Could the rVSV-ZEBOV vaccine help to end the epidemic in West Africa?

The vaccine will continue to be used in Guinea as part of the clinical trial. Many researchers hope that it will be used in Liberia and Sierra Leone too, to end the epidemic — although case numbers have plummeted, there is a continued risk of flare-ups as well as of spread to nearby countries. However, some regulatory hurdles need to be cleared first. Deployment in those nations could occur as part of an expanded clinical-trial regime or through emergency authorization by regulators, says Gregory Hartl, a spokesperson for the WHO. The authorities there are now considering whether the available data are sufficient to license the vaccine for use outside a clinical-trial setting, a process that could take weeks to months, according to the WHO.

Is it unusual to do a trial during an outbreak?

Yes. Getting clinical trials approved by regulators usually takes years, as does conducting the gold standard of randomized controlled trials. That means that outbreaks tend to be over before trials can even begin.
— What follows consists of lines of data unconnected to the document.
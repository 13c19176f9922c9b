import type { Limit } from './check.js';
import { strengthChecks } from './strength.js';

/** Shear and direct stress against yield. */
export const shearYield: Limit = {
  id: 'shear-yield',
  label: 'shear yield',
  unit: 'Pa',
  formula: 'U = n_y·√((σ/Fty)² + (τ/Fsy)²)/j, τ = T·ro/J, σ = |N|/A + M*·ro/I',
  source:
    'Circular interaction, MIL-HDBK-5 §1.5.3 style (from memory); Fsy = Fty/√3 (von Mises) unless the record says',
  prepare: (job, metal) =>
    strengthChecks('shear-yield', job.loads, metal, job.tube.supportSpacing, (load) => ({
      factor: load.yieldFactor,
      direct: metal.tensileYield,
      shear: metal.shearYield,
    })),
};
Clinical trials are also usually done in well-equipped research hospitals, and quality trials have generally been considered impossible to carry out in the often-atrocious field conditions of deadly outbreaks (see Nature 513, 13–14; 2014). The urgency of tackling Ebola changed all that. In September, the WHO-supported collaboration pulled out all the stops to accelerate testing of treatments and vaccines that had shown promise in animals. It cut through the red tape and came up with trial designs that could quickly provide data at least good enough to inform efforts to control the outbreak. The rVSV-ZEBOV trial is one of several that came about as a result.

Can the fast-track approach be applied to other diseases?

Hill suggests that vaccines could quickly be developed for many other epidemic threats. He recommends that research on vaccines against such pathogens be accelerated so that clinical trials can be done now to test their safety; those that pass muster would be stockpiled, ready for efficacy tests as soon as an outbreak occurs. Pathogens considered priority health threats include Marburg virus, which is in the same family as Ebola, and the viruses that cause Middle East respiratory syndrome (MERS), Lassa fever and chikungunya.

Are lessons likely to be learned from rVSV-ZEBOV’s success?

The hope is that it will provide a model for dealing with future outbreaks. “This is illustrating that it is feasible to develop vaccines much faster than we’ve been doing,” says Hill. And there seems to be support for change at the highest level. Margaret Chan, director-general of the WHO, said on 31 July that the agency is developing a “blueprint” for accelerated development of measures to counteract potential epidemics. The plan aims to reduce the time from the recognition of an outbreak to availability of countermeasures to four months or less, and would include putting trial designs and regulatory approvals in place in advance of an outbreak. “No one wants to see clinicians, doctors, left empty-handed ever again,” said Chan.